Admittedly, Athora isn’t directly part of Rowan’s empire. Apollo merely has a stake in the Europe-focused retirement insurer, equivalent to 25% in December, and a “strategic relationship” that involves advising on investment management. It’s nonetheless easy to slot the new deal into Rowan’s broader strategy.

Athora is buying Pension Insurance Corporation from a consortium of private investors. The target looks after about $70 billion of assets, which back the retirement savings of 400,000 Brits. Some of that money could in theory be routed towards Apollo’s varied investment opportunities like private credit, real estate, infrastructure and niche asset-backed finance.

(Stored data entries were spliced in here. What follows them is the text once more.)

import { execFileSync } from "node:child_process";
import { copyFileSync, mkdirSync, readFileSync, writeFileSync } from "node:fs";
import { join } from "node:path";
import { beforeAll, describe, expect, it } from "vitest";
import { fileSha256 } from "../../src/queue/enqueue.js";
import { embedResult, RESULT_PLACEHOLDER } from "../../src/report/embeddedResult.js";
import { readHead, readSmallText, sha256OfFile } from "../../src/read/regularFile.js";
import { cli, tempDir } from "../helpers.js";

/**
 * One way in for files (src/read/regularFile.ts): every input a command opens is a regular file or is
 * FILE_UNREADABLE at once, exit 2, saying what it is. A FIFO would block an open or a read for ever, a
 * device such as /dev/zero never ends, a folder is not a file.
 */
let dir: string;
let fifo: string;
let folder: string;
let report: string;
beforeAll(async () => {
  dir = tempDir();
  fifo = join(dir, "pipe.wav");
  execFileSync("mkfifo", [fifo]);
  folder = join(dir, "folder.wav");
  mkdirSync(folder);
  copyFileSync("samples/kb210-run-resonance.wav", join(dir, "run.wav"));
  copyFileSync("samples/profiles/kb210-controller.json", join(dir, "profile.json"));
  report = join(dir, "report.html");
  const r = await cli("check", join(dir, "run.wav"), "-p", join(dir, "profile.json"), "--report", report);
  expect(r.code).toBe(1);
});

async function refusedAtOnce(args: string[], what: RegExp): Promise<void> {
  const t0 = Date.now();
  const r = await cli(...args);
  const ms = Date.now() - t0;
  expect(r.code, `${args.join(" ")}\n${r.stdout}${r.stderr}`).toBe(2);
  expect(r.stderr, args.join(" ")).toMatch(what);
  expect(r.stderr, args.join(" ")).toMatch(/\[FILE_UNREADABLE\]/);
  expect(r.stderr.trim().split("\n").length, args.join(" ")).toBe(1);
  expect(ms, args.join(" ")).toBeLessThan(1000);
}

describe("every input is a regular file, or FILE_UNREADABLE within a second", () => {
  it("verify: the report, --recording and --profile as a FIFO, a device or a folder", async () => {
    for (const [bad, word] of [
      [fifo, /a FIFO/],
      ["/dev/zero", /a character device/],
      [folder, /a folder/],
    ] as const) {
      await refusedAtOnce(["verify", bad], word);
      await refusedAtOnce(["verify", report, "--recording", bad], word);
      await refusedAtOnce(["verify", report, "--profile", bad], word);
    }
  }, 30_000);

  it("verify: a recorded input path that is /dev/zero (no file of its name beside the report) is refused, not read", async () => {
    const html = readFileSync(report, "utf8");
    const m = /<template id="psdgate-result" data-sha256="[0-9a-f]{64}">([\s\S]*?)<\/template>/.exec(html)!;
    const doc = JSON.parse(m[1]!.replace(/&lt;/g, "<").replace(/&gt;/g, ">").replace(/&amp;/g, "&")) as {
      result: { input: { file: string } };
      format?: string;
      page?: unknown;
    };
    delete doc.format;
    delete doc.page;
    doc.result.input.file = "/dev/zero";
    const d = tempDir();
    copyFileSync(join(dir, "profile.json"), join(d, "profile.json"));
    writeFileSync(
      join(d, "r.html"),
      embedResult(
        html.slice(0, m.index) + RESULT_PLACEHOLDER + html.slice(m.index + m[0].length),
        doc as unknown as Record<string, unknown>,
      ),
    );
    await refusedAtOnce(["verify", join(d, "r.html")], /\/dev\/zero.*a character device/);
  }, 30_000);

  it("respond: SOURCE and --against as a FIFO, a device or a folder", async () => {
    for (const [bad, word] of [
      [fifo, /a FIFO/],
      [join(dir, "pipe2.csv"), /a FIFO/],
      ["/dev/zero", /a character device/],
      [folder, /a folder/],
    ] as const) {
      if (bad.endsWith("pipe2.csv")) execFileSync("mkfifo", [bad]);
      await refusedAtOnce(["respond", bad, "--fn", "10:1000:10", "--q", "10"], word);
      await refusedAtOnce(
        ["respond", "samples/profiles/kb210-controller.json", "--fn", "10:1000:10", "--q", "10", "--against", bad],
        word,
      );
    }
  }, 30_000);

  it("check --profile, --meta and derive --mix as a FIFO or a device", async () => {
    const pf = join(dir, "p.json");
    execFileSync("mkfifo", [pf]);
    const mf = join(dir, "m.yaml");
    execFileSync("mkfifo", [mf]);
    await refusedAtOnce(["check", join(dir, "run.wav"), "-p", pf], /a FIFO/);
    await refusedAtOnce(["check", join(dir, "run.wav"), "-p", join(dir, "profile.json"), "--meta", mf], /a FIFO/);
    await refusedAtOnce(["derive", "--mix", mf, "--test-duration", "1h", "--out", join(dir, "o.yaml")], /a FIFO/);
    await refusedAtOnce(["check", join(dir, "run.wav"), "-p", "/dev/zero"], /a character device/);
  }, 30_000);

  it("queue add's hash (fileSha256), readSmallText, readHead and sha256OfFile refuse a FIFO, a device and a folder; sha256OfFile streams", async () => {
    for (const [bad, word] of [
      [fifo, /a FIFO/],
      ["/dev/zero", /a character device/],
      [folder, /a folder/],
    ] as const) {
      await expect(fileSha256(bad, "shown.wav")).rejects.toThrow(word);
      await expect(fileSha256(bad, "shown.wav")).rejects.toThrow(/^shown\.wav/);
      await expect(
        readSmallText(bad, { what: "a readable file", maxBytes: 10, tooLarge: "INPUT_TOO_LARGE" }),
      ).rejects.toThrow(word);
      await expect(readHead(bad, 10, "a readable file")).rejects.toThrow(word);
      await expect(sha256OfFile(bad, "a readable file")).rejects.toThrow(word);
    }
    // 3 MiB + 5 bytes: several 1 MiB pieces and a short one, the same digest as hashing all at once (node:crypto).
    const big = join(dir, "big.bin");
    const bytes = Buffer.alloc(3 * (1 << 20) + 5);
    for (let i = 0; i < bytes.length; i++) bytes[i] = (i * 2654435761) >>> 24;
    writeFileSync(big, bytes);
    const want = (await import("node:crypto")).createHash("sha256").update(bytes).digest("hex");
    expect(await sha256OfFile(big, "a readable file")).toEqual({ sha256: want, bytes: bytes.length });
    await expect(
      readSmallText(big, { what: "a readable table", maxBytes: 1 << 20, tooLarge: "INPUT_TOO_LARGE" }),
    ).rejects.toThrow(/expected a table of at most 1048576 bytes, received 3145733 bytes \[INPUT_TOO_LARGE\]/);
  });
});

At first glance, the price of 1.05 times shareholders’ equity, according to a person familiar with the matter, looks relatively full. Buying a bunch of financial assets at book value is not generally a good way to make money. And the historic cash returns that Pension Insurance Corporation has produced for its equity owners are hardly enough to get pulses racing. Strip out a special dividend from last year, and the normal payout was just under 300 million pounds, which according to Breakingviews calculations implies a 5% return on the purchase price. That's not much higher than the 4.5% currently paid by 10-year UK government bonds.

Yet that comparison misses the real point of the deal. It’s more likely to be all about scale and the ability to grow faster. Size helps in the so-called pension risk transfer market, which involves big insurers taking over responsibility for managing another company’s retirement scheme. Larger managers can afford to develop their own internal risk models for calculating equity requirements, and get them signed off by regulators, which can mean that the business runs on less capital.

More pertinently for Athora, having access to a giant investment machine like Apollo's gives the business a licence to grow. One increasingly popular way to boost returns in the pension insurance business is to put money into relatively high-yielding, unique assets that match the time horizon of the liabilities, like new housing or infrastructure projects including data centres. Private debt investments were about a fifth of Pension Insurance Corporation's total assets last year. That proportion could rise under the guidance of private-market specialist Apollo, in turn enabling the business to buy out more retirement schemes as the market grows. Apollo recently committed to provide $6 billion of financing for Britain's long-delayed Hinkley Point nuclear project. In short, Rowan has created a giant machine for sourcing yield. UK pensions can turbocharge it.

A donut chart showing the composition of PIC’s portfolio
Thomson ReutersPension Insurance Corporation’s asset mix

Follow Liam Proud on Bluesky and LinkedIn.

CONTEXT NEWS

Specialised life insurance group Athora has agreed to buy Britain’s Pension Insurance Corporation for 5.7 billion pounds ($7.8 billion), both companies said on July 3.

Athora, which has 76 billion euros ($89.7 billion) of assets under administration before the deal, is backed by U.S. private-markets giant Apollo Global Management.